Southampton had a worse start to the second FA Premier League season than any other team in the division, losing their first three games and dropping to the bottom of the table. After an opening day 0–2 loss at home to Everton described by the Southern Daily Echo as "humiliating and desperately worrying", the Saints also lost away to Ipswich Town (0–1) and Queens Park Rangers (1–2). Despite this poor start, the side then picked up their first win (and biggest of the season) when they beat top-flight newcomers Swindon Town 5–1 at The Dell, with a first-half Matt Le Tissier goal followed by four more in the second half courtesy of Le Tissier again, Jeff Kenna, Iain Dowie and Neil Maddison.

The club's time out of the drop zone was short-lived, however, as they soon returned to the relegation spots with a run of five consecutive defeats (for the first time since 1989). The dry spell included three away and two home defeats, during which time the Saints scored just one goal and conceded nine. The Saints' one goal during this period came in the first defeat at home to defending league champions Manchester United, when Neil Maddison scored a consolation after two of United's three goals. This was followed by a 0–1 defeat at Wimbledon, a 0–2 loss hosting Leeds United, another 0–2 loss at Sheffield Wednesday, and a 0–1 defeat at title challengers Arsenal. Amongst these fixtures, Southampton fans arranged protests against Ian Branfoot remaining as manager of the club, in response to which chairman Guy Askham assured that he would see out the season.

Following the run of six defeats, Southampton picked up their first point in over a month in a 3–3 draw with fellow strugglers Sheffield United. After leading 1–0 at half-time through Ken Monkou, the Saints received another advantage just after the break when the visitors went down to ten men; despite this, however, the hosts sacrificed a 3–1 lead in the last ten minutes of the game, when Jostein Flo scored twice to secure his side a share of the points. A 1–1 draw with Coventry City was followed by the South Coast club's second win of the campaign, 2–1 against high-flyers Newcastle United, in which Matt Le Tissier scored both goals through "two moments of sheer magic" according to club historians. The club's leading goalscorer picked up another brace a week later, when the Saints lost 2–4 to Liverpool at Anfield, in a game which marked the final appearance of Tim Flowers.
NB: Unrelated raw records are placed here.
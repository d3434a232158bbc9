"""The shipped demo chains are reproducible and internally consistent.

These tests prove that the invented demo data is well-formed and free of
static arbitrage. They are NOT correctness proofs of chaintriage: the data is
invented (rules: invented data is for the demo, never to prove correctness).
Sources are named beside each check with REFERENCE.md's tags.
"""

from __future__ import annotations

import datetime as dt
import subprocess
import sys
from importlib.resources import files
from pathlib import Path
from zoneinfo import ZoneInfo

import numpy as np
import pandas as pd
import pytest

from chaintriage.core.black76 import price
from chaintriage.demo_chains import make_demo as md

DEMO_DIR = Path(str(files("chaintriage.demo_chains")))
CHAIN_FILES = {u.ticker: DEMO_DIR / md.file_name(u) for u in md.UNDERLYINGS}
ALL_FILES = [*CHAIN_FILES.values(), DEMO_DIR / md.MESSY_FILE, DEMO_DIR / md.EVENTS_FILE]
NEW_YORK = ZoneInfo("America/New_York")

# US exchange full-day holidays, REFERENCE.md section 8 (NYSE press releases) [V].
HOLIDAYS = {
    dt.date.fromisoformat(s)
    for s in (
        "2026-01-01 2026-01-19 2026-02-16 2026-04-03 2026-05-25 2026-06-19 2026-07-03 "
        "2026-09-07 2026-11-26 2026-12-25 2027-01-01 2027-01-18 2027-02-15 2027-03-26 "
        "2027-05-31 2027-06-18 2027-07-05 2027-09-06 2027-11-25 2027-12-24"
    ).split()
}


# --- helpers written here, independently of the generator ---------------------------


def _year_fraction(as_of: str, expiry: str, settle: str) -> float:
    """ACT/365 from as_of to 16:00 (pm) or 09:30 (am) New York, via the IANA tz database."""
    start = dt.datetime.fromisoformat(as_of)
    wall = dt.time(16) if settle == "pm" else dt.time(9, 30)
    end = dt.datetime.combine(dt.date.fromisoformat(expiry), wall, tzinfo=NEW_YORK)
    return (end - start).total_seconds() / (365 * 86400)


def _ssvi_w(k, theta, rho, eta, gamma):
    """SSVI total variance, Gatheral & Jacquier (2014) section 4, power-law phi = eta*theta**-gamma [V]."""
    phi = eta * theta ** (-gamma)
    return 0.5 * theta * (1 + rho * phi * k + np.sqrt((phi * k + rho) ** 2 + 1 - rho**2))


def _g(k, w, w1, w2):
    """Gatheral & Jacquier (2014) eq. 2.1 [V]: g = (1 - k w'/(2w))^2 - w'^2/4 (1/w + 1/4) + w''/2."""
    return (1 - k * w1 / (2 * w)) ** 2 - (w1**2 / 4) * (1 / w + 0.25) + w2 / 2


def _load(ticker: str) -> pd.DataFrame:
    d = pd.read_csv(CHAIN_FILES[ticker])
    t = np.array([_year_fraction(a, e, s) for a, e, s in zip(d.as_of, d.expiry, d.settle)])
    d["t"] = t
    d["fwd"] = d.spot * np.exp((d.rate - d.div_yield) * t)
    d["df"] = np.exp(-d.rate * t)
    d["k"] = np.log(d.strike / d.fwd)
    return d


def _atm(g: pd.DataFrame, col: str) -> float:
    """Value of ``col`` at k = 0 from a quadratic through the five strikes nearest the forward."""
    near = g.iloc[np.argsort(g.k.abs().to_numpy())[:5]]
    return float(np.polyval(np.polyfit(near.k, near[col], 2), 0.0))
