def _expiry_rows(u: Underlying, e: Expiry, t: float, theta: float, rng) -> list[str]:
    fwd = u.spot * math.exp((u.rate - u.div_yield) * t)
    df = math.exp(-u.rate * t)
    sd = math.sqrt(theta)
    strikes = strike_grid(u, t, sd, fwd)
    n = strikes.size
    k = np.log(strikes / fwd)
    w = ssvi_total_variance(k, theta, u.rho, u.eta, u.gamma)
    iv = np.sqrt(w / t)
    z = k / sd  # sigma distance on the ATM vol

    kinds = np.repeat(np.array([True, False]), n)  # calls then puts
    kk = np.tile(strikes, 2)
    zz = np.tile(z, 2)
    ivv = np.tile(iv, 2)
    model = price(fwd, kk, ivv, t, df, kinds)
    intr = intrinsic(fwd, kk, df, kinds)

    # quotes, in cents
    m_c = model * 100.0
    full = (u.spread_base + u.spread_rel * model**0.75) * (1.0 + 0.15 * np.abs(zz))
    full *= 0.8 + 0.45 * rng.random(2 * n)
    half_c = np.maximum(full * 50.0, 1.0)  # half-spread in cents, at least one tick
    centre = m_c + 0.4 * half_c * (2.0 * rng.random(2 * n) - 1.0)
    bid = _tick_floor((centre - half_c) / 100.0)
    ask = _tick_ceil((centre + half_c) / 100.0)
    bid = np.where(bid < 1.0, 0.0, bid)
    tiny = m_c < 1.0
    ask = np.where(tiny, np.where(rng.random(2 * n) < 0.6, 1.0, 2.0), np.maximum(ask, 1.0))
    floor_c = intr * 100.0 + 1.0  # an in-the-money mid must not fall below intrinsic + one tick
    low_mid = (intr > 0) & ((bid + ask) / 2.0 < floor_c)
    ask = np.where(low_mid, _tick_ceil((2.0 * floor_c - bid) / 100.0), ask)
    assert np.all(bid <= m_c + 1e-6) and np.all(ask >= m_c - 1e-6), "model outside the quote"
    assert np.all(bid >= 0) and np.all(bid < ask)

    # open interest and volume
    cyc = {"weekly": 0.35, "monthly": 1.0, "quarterly": 0.55, "long": 0.7}[e.cycle]
    big, small = u.round_strikes
    rnd = np.where(np.isclose(np.mod(kk, big), 0), 2.4, np.where(np.isclose(np.mod(kk, small), 0), 1.6, 1.0))
    side = np.where(kinds, np.where(zz > 0, 1.0, 0.45), np.where(zz < 0, 1.35, 0.4))
    shape = np.exp(-0.5 * (zz / 1.7) ** 2) + 0.04 * np.exp(-np.abs(zz) / 1.5)
    oi = u.oi_atm * cyc * rnd * side * shape * np.exp(0.45 * _noise(rng, 2 * n))
    oi = np.floor(oi)
    turnover = 0.02 + 0.25 * math.exp(-t / 0.08)
    vol_shape = np.exp(-0.5 * (zz / 1.1) ** 2)
    volume = np.floor(oi * turnover * vol_shape * np.exp(0.6 * _noise(rng, 2 * n)) + 0.25 * rng.random(2 * n))

    rows = []
    exp_s = e.date.isoformat()
    for i in range(2 * n):
        rows.append(",".join((
            u.ticker, AS_OF, f"{u.spot:.2f}", exp_s, _fmt_strike(kk[i]),
            "call" if kinds[i] else "put",
            f"{bid[i] / 100.0:.2f}", f"{ask[i] / 100.0:.2f}", f"{ivv[i]:.6f}", IV_BASIS,
            str(int(volume[i])), str(int(oi[i])), e.settle, f"{u.rate:.4f}", f"{u.div_yield:.4f}",
        )))
    # sort by strike, calls before puts at each strike
    order = np.lexsort((~kinds, kk))
    return [rows[i] for i in order]


def _fmt_strike(x: float) -> str:
    s = f"{x:.2f}".rstrip("0").rstrip(".")
    return s


def chain_text(u: Underlying) -> str:
    """The CSV text of one underlying's snapshot (header plus rows, LF line ends)."""
    check_surface(u)
    rng = np.random.default_rng([SEED, sum(map(ord, u.ticker))])
    lines = [",".join(COLUMNS)]
    for e, t, theta in expiry_slices(u):
        lines.extend(_expiry_rows(u, e, t, theta, rng))
    return "\n".join(lines) + "\n"


def file_name(u: Underlying) -> str:
    """File name of an underlying's snapshot, e.g. ``tsbh_2026-12-01.csv``."""
    return f"{u.ticker.lower()}_{AS_OF[:10]}.csv"


# --- messy export -------------------------------------------------------------------

MESSY_FILE = "messy_export.csv"

#: line number (header = 1) -> the problem on that line (also listed in the module docstring)
MESSY_PROBLEMS: dict[int, str] = {
    1: "UTF-8 byte-order mark; mixed-case, padded headers",
    3: "zero bid",
    9: "crossed market (bid > ask)",
    12: "negative price",
    15: "non-numeric strike",
    18: "unknown kind",
    20: "blank line",
    22: "missing ask with a bid",
    24: "very wide spread",
    27: "impossible date 2027-02-30",
    29: "expiry before as_of",
    31: "duplicate contract (same as line 30)",
}

MESSY_HEADER = " Underlying ,AS_OF,Spot, Expiry,Strike ,KIND,Bid, ASK,IV,Volume,Open_Interest"


def messy_text() -> str:
    """The messy export (str, without the byte-order mark; the writer adds it)."""
    spot, r = 41.86, 0.041
    e1, e2 = dt.date(2026, 12, 18), dt.date(2027, 1, 15)
    specs = [(e1, s) for s in range(34, 51, 2)] + [(e2, s) for s in range(30, 56, 5)]
    rows: list[list[str] | None] = []
    for i, (exp, s) in enumerate(specs):
        t = year_fraction(AS_OF, exp, "pm")
        f = spot * math.exp(r * t)
        x = math.log(s / f)
        vol = (0.36 if exp == e1 else 0.34) - 0.35 * x + 0.9 * x * x
        oi = int(900 * math.exp(-0.5 * (x / 0.12) ** 2)) + 5
        for call in (True, False):
            m = float(price(f, float(s), vol, t, math.exp(-r * t), call))
            half = 0.03 + 0.03 * m
            b = max(0.0, math.floor((m - half) * 100.0) / 100.0)
            a = max(0.01, math.ceil((m + half) * 100.0) / 100.0)
            kind = ("C" if call else "P") if i % 2 == 0 else ("c" if call else "p")
            rows.append(["MWCS", AS_OF, f"{spot:.2f}", exp.isoformat(), str(s), kind,
                         f"{b:.2f}", f"{a:.2f}", f"{100.0 * vol:.1f}%", str(oi // 7), str(oi)])
    lines: list[list[str] | None] = [None] + rows  # lines[n - 1] is file line n
    lines.insert(19, None)  # line 20: blank
    dup = list(lines[29])  # line 30; its twin goes in as line 31
    dup[6] = f"{max(0.0, float(dup[6]) - 0.05):.2f}"
    dup[7] = f"{float(dup[7]) + 0.05:.2f}"
    dup[9] = "3"
    lines.insert(30, dup)

    def row(n: int) -> list[str]:
        return lines[n - 1]

    row(3)[6] = "0.00"  # zero bid (far out-of-the-money put)
    row(9)[6], row(9)[7] = "1.45", "1.30"  # crossed: bid > ask
    row(12)[6] = "-0.15"  # negative price
    row(15)[4] = "N/A"  # non-numeric strike
    row(18)[5] = "straddle"  # unknown kind
    row(22)[6], row(22)[7] = "0.05", ""  # bid without an ask
    row(24)[6], row(24)[7] = "0.35", "6.90"  # very wide spread
    row(27)[3] = "2027-02-30"  # impossible date
    row(29)[3] = "2026-11-20"  # expiry before as_of
    text = [MESSY_HEADER] + ["" if x is None else ",".join(x) for x in lines[1:]]
    return "\n".join(text) + "\n"
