def x_domain(strikes: np.ndarray, forward: float, sigma_sqrt_t: float,
             span: float = DOMAIN_SIGMAS) -> tuple[float, float]:
    """The plotted price range: F*exp(+/-span*s) cut to the strikes' range (price units)."""
    finite = strikes[np.isfinite(strikes)]
    if finite.size == 0:
        return math.nan, math.nan
    s_lo, s_hi = float(finite.min()), float(finite.max())
    if math.isfinite(forward) and forward > 0 and math.isfinite(sigma_sqrt_t) and sigma_sqrt_t > 0:
        lo = max(s_lo, forward * math.exp(-span * sigma_sqrt_t))
        hi = min(s_hi, forward * math.exp(span * sigma_sqrt_t))
        if hi > lo:
            return lo, hi
    return s_lo, s_hi


def column_of(x: float, lo: float, hi: float, width: int) -> int | None:
    """The plot column of price ``x``; None when x is outside [lo, hi] or not finite."""
    if not (math.isfinite(x) and math.isfinite(lo) and math.isfinite(hi)) or hi <= lo or width <= 0:
        return None
    if x < lo or x > hi:
        return None
    return min(width - 1, max(0, int(math.floor((x - lo) / (hi - lo) * width))))


def _pad_lines(lines: list[Text], width: int, height: int, style: Style) -> list[Text]:
    out = []
    for line in lines[:height]:
        line = line.copy()
        line.truncate(width, pad=True)
        if not line.style:
            line.style = style
        out.append(line)
    while len(out) < height:
        out.append(Text(" " * width, style=style))
    return out


def _message(text: str, width: int, height: int, colors: PlotColors) -> PlotResult:
    style = Style(color=colors.dim, bgcolor=colors.background)
    return PlotResult(_pad_lines([Text(text[:width], style=style)], width, height, style))
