def _run(console: Console, args) -> int:
    if args.command == "verify":
        return _verify(console, args)
    if not args.path.exists():
        console.print(f"[red]mrlift: {args.path} does not exist[/red]")
        return 2
    if args.command == "scan":
        scan = scan_repo(args.path, max_file_bytes=args.max_file_size)
        if not scan.files and scan.errors or not scan.files and not scan.jobs:
            _print_errors(console, scan)
            console.print(f"[red]mrlift: no Java source could be read under {args.path}[/red]")
            return 1
        if args.json:
            print(json.dumps(_inventory(scan), indent=2, ensure_ascii=False))
        else:
            _print_inventory(console, scan)
        return 0
    if args.command == "convert":
        try:
            from migrate.convert import check_output_folder

            check_output_folder(args.output, args.force)
            path_map = load_path_map(args.path_map) if args.path_map else None
            model = load_model(args.effort) if args.effort else None
        except (OutputFolderError, PathMapError, EffortConfigError) as exc:
            console.print(f"[red]mrlift: {exc}[/red]")
            return 2
        from migrate.batch import NothingRead, convert_repository
        from migrate.cache import CacheFolderError
        from migrate.verify.hadoop import HadoopUnavailable

        try:
            with progress_display(console) as show:
                written = convert_repository(args.path, args.output, args.path.name, jobs=args.jobs, force=args.force,
                                             max_file_bytes=args.max_file_size, compile_mode=args.compile_check,
                                             classpath=args.classpath, path_map=path_map, with_tests=args.with_tests,
                                             effort_model=model, progress=show, cache_dir=args.cache)
        except HadoopUnavailable as exc:
            console.print(f"[red]mrlift: --compile-check: {exc}[/red]")
            return 2
        except CacheFolderError as exc:
            console.print(f"[red]mrlift: --cache: {exc}[/red]")
            return 2
        except NothingRead as exc:
            for e in exc.errors:
                console.print("[red]not read[/red] " + shown(f"{where(e.path, e.line)}: {e.message}"))
            console.print(f"[red]mrlift: no Java source could be read under {args.path}[/red]")
            return 1
        except OSError as exc:  # a read-only disk, no permission, a file where a folder should be
            console.print(f"[red]mrlift: cannot write the output into {args.output}: "
                          f"{exc.strerror or exc} ({exc.filename or args.output})[/red]; files written before "
                          "this are whole, nothing else was changed")
            return 2
        if written.unchanged:
            console.print("nothing changed since the last run (sources, settings and the output folder checked by "
                          "hash): the output is as it was")
        _print_summary(console, written.report, args.output)
        for kept, new in written.kept:
            console.print(f"[yellow]kept[/yellow] {args.output / kept} (edited or not written by mrlift); "
                          f"the new version is {args.output / new}")
        return 0
    return 2
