Not copies of the samples: each job is drawn from several shapes (token counts, sums, maxima and
averages by a field, filters, distinct keys, a reducer that keeps state across keys), written in one
of several authors' habits (both Hadoop APIs, Tool or plain main, nested or one class per file,
brace and indent styles, reused or fresh Writables, StringTokenizer or split), with utility classes
the mappers call and, in between, plain Java that has nothing to do with Hadoop (records, services,
enums, interfaces), as in a monorepo. Everything is drawn from a seeded random generator, so one
seed gives one repository, byte for byte. The scenario (a freight company, Quillmere Freight) and
every name in it are invented.
"""
from __future__ import annotations

import random
from dataclasses import dataclass
from pathlib import Path

TEAMS = ["dispatch", "billing", "yard", "fleet", "customs", "claims", "routing", "dock", "tariff", "crew"]
NOUNS = ["Parcel", "Pallet", "Route", "Depot", "Manifest", "Carrier", "Invoice", "Trailer", "Crate", "Shift",
         "Berth", "Permit", "Waybill", "Lane", "Tariff", "Driver", "Consignee", "Stop", "Seal", "Gate"]
VERBS = ["Count", "Tally", "Sum", "Peak", "Mean", "Filter", "Distinct", "Roll", "Audit", "Digest"]
DELIMS = [(",", '","'), ("\t", '"\\t"'), ("|", '"\\\\|"'), (";", '";"')]


@dataclass
class Style:
    """One author's habits."""

    old_api: bool
    tool: bool
    nested: bool
    allman: bool
    indent: str
    reuse: bool
    tokenizer: bool
    javadoc: bool
    counters: bool  # counts malformed records in a counter


def _style(rng: random.Random) -> Style:
    return Style(old_api=rng.random() < 0.35, tool=rng.random() < 0.5, nested=rng.random() < 0.6,
                 allman=rng.random() < 0.2, indent=rng.choice(["    ", "  ", "\t"]), reuse=rng.random() < 0.6,
                 tokenizer=rng.random() < 0.5, javadoc=rng.random() < 0.4, counters=rng.random() < 0.4)


LICENSE = """/*
 * Copyright (c) Quillmere Freight. All rights reserved.
 *
 * This file is part of the Quillmere Freight data platform and is provided for
 * internal use only. It may not be copied, modified or distributed except as
 * allowed by the platform team's contribution guide.
 *
 * Owner: the {team} team. Questions go to the team's channel, not to the
 * platform on-call. Changes need one review from the owning team.
 */
"""


class _Out:
    """Java text with the author's indent and brace habit (and the company's header on top)."""

    def __init__(self, st: Style, team: str = "platform"):
        self.st, self.lines, self.depth = st, LICENSE.format(team=team).splitlines(), 0

    def line(self, text: str = "") -> None:
        self.lines.append((self.st.indent * self.depth + text) if text else "")

    def open(self, head: str) -> None:
        if self.st.allman:
            self.line(head)
            self.line("{")
        else:
            self.line(head + " {")
        self.depth += 1

    def close(self, tail: str = "") -> None:
        self.depth -= 1
        self.line("}" + tail)

    def doc(self, text: str) -> None:
        if self.st.javadoc:
            self.line("/**")
            self.line(f" * {text}")
            self.line(" */")

    def text(self) -> str:
        return "\n".join(self.lines) + "\n"
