def _argument_layout(params: list[Param], add, where: Span) -> list[Param]:
    """The arguments read by position, a run read by a loop, and those counted from the end must
    follow each other in that order on the command line; where they overlap (a loop from args[1]
    and args[2] read too) the script takes the arguments of the run and after it as options."""
    runs = [p for p in params if p.many]
    run = runs[0] if runs else None
    head = [p.position for p in params if p.position is not None and not p.many]
    tail = [p.from_end for p in params if p.from_end is not None and not p.many]
    optional = [p.position for p in params if p.optional]
    clash = len(runs) > 1 or run is not None and (any(i >= run.position for i in head)
                                                  or any(k > run.from_end for k in tail)) \
        or optional and (run is not None or tail or max(head) not in optional or len(optional) > 1)
    if not clash:
        return params
    add("driver", where, "the driver reads arguments by position, in a loop and counted from the end in an order "
        "the script cannot take them in: the arguments of the loop and after it are options", "pass them by name",
        "P1")
    return [replace(p, position=None, from_end=None, many=False, optional=False)
            if p.many or p.from_end is not None or p.optional else p for p in params]


def _jtype(fq: str, structs: dict | None = None) -> str:
    info = (structs or {}).get(fq)
    if info is not None and not isinstance(info, Unsupported):
        return info.jtype
    if fq in WRITABLE_TYPES:
        t = WRITABLE_TYPES[fq]
        return "null" if t is None else t
    return "?"


def _sloc_of(index: ClassIndex, fq: str | None) -> int:
    c = index.get(fq)
    return c.sloc if c is not None else 0


def _method(cls: ClassInfo, name: str, arity: tuple[int, ...]):
    ms = [m for m in cls.methods(name) if len(m.parameters) in arity]
    return ms[0] if ms else None


def _find_method(cls: ClassInfo, index: ClassIndex, name: str, arity: tuple[int, ...]):
    c: ClassInfo | None = cls
    while c is not None:
        m = _method(c, name, arity)
        if m is not None:
            return c, m
        parent = c.node.extends
        c = index.get(index.resolve(parent.name, c)) if parent is not None else None
    return None, None


def _method_hand_work(owner: ClassInfo, m, category: str, reason: str, suggestion: str, profile: str) -> HandWork:
    a, b = node_lines(m)
    start = m.position.line if m.position else a
    end = max(b, start)
    sloc = logical_sloc(owner.file.lines[start - 1 : end])
    return HandWork(category, Span(owner.file.path, start, end), reason, suggestion,
                    owner.file.lines[start - 1].strip(), profile, sloc)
Two more wins in their next three games saw Southampton climb out of the relegation zone for the first time since September. After the Liverpool defeat, the Saints picked up a narrow 1–0 win over a struggling Tottenham Hotspur side, with Maddison scoring the only goal of the game on the hour mark, heading in a chipped assist by Le Tissier. After a 0–2 loss at Blackburn Rovers in which former Saint Alan Shearer scored both goals, the team beat Aston Villa by the same scoreline thanks to another pair of goals from Le Tissier. The win over Villa saw Southampton move up to 19th in the table for the first time in almost three months. The club's safety was short-lived, however, as they lost their next five games and dropped back to second-from-bottom in the league table, suffering defeats at the hands of Everton (0–1), Ipswich Town (0–1), Queens Park Rangers (0–1), and bottom-placed Swindon Town (1–2) in the run-up to Christmas. In the days after Christmas, Southampton picked up four points from a possible six, beating Chelsea 3–1 at home and drawing 1–1 with Manchester City at Maine Road, with Iain Dowie scoring in both games (his first goals in any competition since August).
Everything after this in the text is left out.